- _Work item_
In the material below, find each line with the word "endUtc" and copy it.

- _Supplied material_
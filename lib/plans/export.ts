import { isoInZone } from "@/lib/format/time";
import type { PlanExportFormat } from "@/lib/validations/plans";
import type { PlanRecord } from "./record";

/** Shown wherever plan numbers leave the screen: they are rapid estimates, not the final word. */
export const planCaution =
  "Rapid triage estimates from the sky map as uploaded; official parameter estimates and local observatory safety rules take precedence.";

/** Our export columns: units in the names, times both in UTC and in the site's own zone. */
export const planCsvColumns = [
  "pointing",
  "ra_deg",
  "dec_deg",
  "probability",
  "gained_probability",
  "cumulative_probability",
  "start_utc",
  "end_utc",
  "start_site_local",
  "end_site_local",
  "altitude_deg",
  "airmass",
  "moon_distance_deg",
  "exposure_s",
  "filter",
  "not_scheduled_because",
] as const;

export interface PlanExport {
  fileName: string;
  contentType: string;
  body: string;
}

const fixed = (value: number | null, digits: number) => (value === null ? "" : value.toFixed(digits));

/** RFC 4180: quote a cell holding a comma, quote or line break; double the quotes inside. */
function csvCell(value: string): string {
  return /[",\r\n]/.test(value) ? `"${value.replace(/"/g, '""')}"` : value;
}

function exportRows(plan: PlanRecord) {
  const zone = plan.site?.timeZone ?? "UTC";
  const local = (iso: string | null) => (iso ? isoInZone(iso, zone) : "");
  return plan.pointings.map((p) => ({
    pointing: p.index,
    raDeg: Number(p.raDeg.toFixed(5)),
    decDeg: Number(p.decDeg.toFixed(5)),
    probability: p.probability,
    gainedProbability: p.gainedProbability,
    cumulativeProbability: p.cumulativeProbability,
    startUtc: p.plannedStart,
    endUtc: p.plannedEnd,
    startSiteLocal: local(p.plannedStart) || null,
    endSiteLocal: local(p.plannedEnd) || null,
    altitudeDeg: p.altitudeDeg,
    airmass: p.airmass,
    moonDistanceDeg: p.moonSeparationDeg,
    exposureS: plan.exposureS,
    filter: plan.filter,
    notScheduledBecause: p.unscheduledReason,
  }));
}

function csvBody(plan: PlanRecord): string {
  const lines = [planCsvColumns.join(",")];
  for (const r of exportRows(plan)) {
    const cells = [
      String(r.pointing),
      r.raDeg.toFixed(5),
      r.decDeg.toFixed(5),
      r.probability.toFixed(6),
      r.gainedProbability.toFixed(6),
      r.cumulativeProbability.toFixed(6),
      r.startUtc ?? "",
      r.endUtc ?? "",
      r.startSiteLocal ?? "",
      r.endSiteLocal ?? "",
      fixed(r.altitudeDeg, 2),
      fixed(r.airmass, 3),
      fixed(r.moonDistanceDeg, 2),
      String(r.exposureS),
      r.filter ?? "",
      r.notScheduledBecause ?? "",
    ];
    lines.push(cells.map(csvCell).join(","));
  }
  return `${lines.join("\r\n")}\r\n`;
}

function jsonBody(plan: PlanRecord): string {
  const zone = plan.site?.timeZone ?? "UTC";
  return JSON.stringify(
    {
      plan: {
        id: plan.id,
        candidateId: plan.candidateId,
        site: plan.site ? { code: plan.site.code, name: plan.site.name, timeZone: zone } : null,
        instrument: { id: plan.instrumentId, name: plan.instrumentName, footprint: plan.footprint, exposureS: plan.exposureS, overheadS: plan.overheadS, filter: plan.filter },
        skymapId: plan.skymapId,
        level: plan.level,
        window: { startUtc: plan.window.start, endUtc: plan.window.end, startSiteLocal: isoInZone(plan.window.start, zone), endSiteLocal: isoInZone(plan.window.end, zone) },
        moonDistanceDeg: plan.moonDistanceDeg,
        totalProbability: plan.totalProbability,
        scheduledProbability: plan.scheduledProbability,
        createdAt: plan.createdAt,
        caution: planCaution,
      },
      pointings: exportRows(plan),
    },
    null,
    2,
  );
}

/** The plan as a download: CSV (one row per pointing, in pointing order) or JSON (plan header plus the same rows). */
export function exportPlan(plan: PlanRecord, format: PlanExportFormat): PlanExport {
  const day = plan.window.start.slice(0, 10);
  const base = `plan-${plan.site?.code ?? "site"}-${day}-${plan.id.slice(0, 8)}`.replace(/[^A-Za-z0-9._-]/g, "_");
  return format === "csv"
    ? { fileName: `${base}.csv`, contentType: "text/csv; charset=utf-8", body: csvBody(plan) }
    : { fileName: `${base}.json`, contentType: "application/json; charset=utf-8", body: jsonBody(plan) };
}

--

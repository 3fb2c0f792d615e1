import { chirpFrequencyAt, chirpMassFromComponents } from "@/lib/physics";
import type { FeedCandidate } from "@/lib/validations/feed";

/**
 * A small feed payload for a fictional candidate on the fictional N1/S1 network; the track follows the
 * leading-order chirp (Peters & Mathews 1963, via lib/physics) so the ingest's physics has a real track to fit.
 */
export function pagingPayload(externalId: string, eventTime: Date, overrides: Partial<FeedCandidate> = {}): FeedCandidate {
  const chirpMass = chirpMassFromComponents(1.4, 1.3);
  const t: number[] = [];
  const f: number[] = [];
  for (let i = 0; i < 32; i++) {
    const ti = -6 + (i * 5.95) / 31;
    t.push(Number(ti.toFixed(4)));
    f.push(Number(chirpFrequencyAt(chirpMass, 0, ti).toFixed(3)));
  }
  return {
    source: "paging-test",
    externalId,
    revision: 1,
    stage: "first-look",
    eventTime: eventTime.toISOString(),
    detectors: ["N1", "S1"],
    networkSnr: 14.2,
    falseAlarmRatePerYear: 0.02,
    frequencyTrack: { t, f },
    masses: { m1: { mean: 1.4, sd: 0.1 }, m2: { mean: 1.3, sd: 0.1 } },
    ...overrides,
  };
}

- _Solution to this problem_
    endUtc: p.plannedEnd,
      r.endUtc ?? "",
        window: { startUtc: plan.window.start, endUtc: plan.window.end, startSiteLocal: isoInZone(plan.window.start, zone), endSiteLocal: isoInZone(plan.window.end, zone) },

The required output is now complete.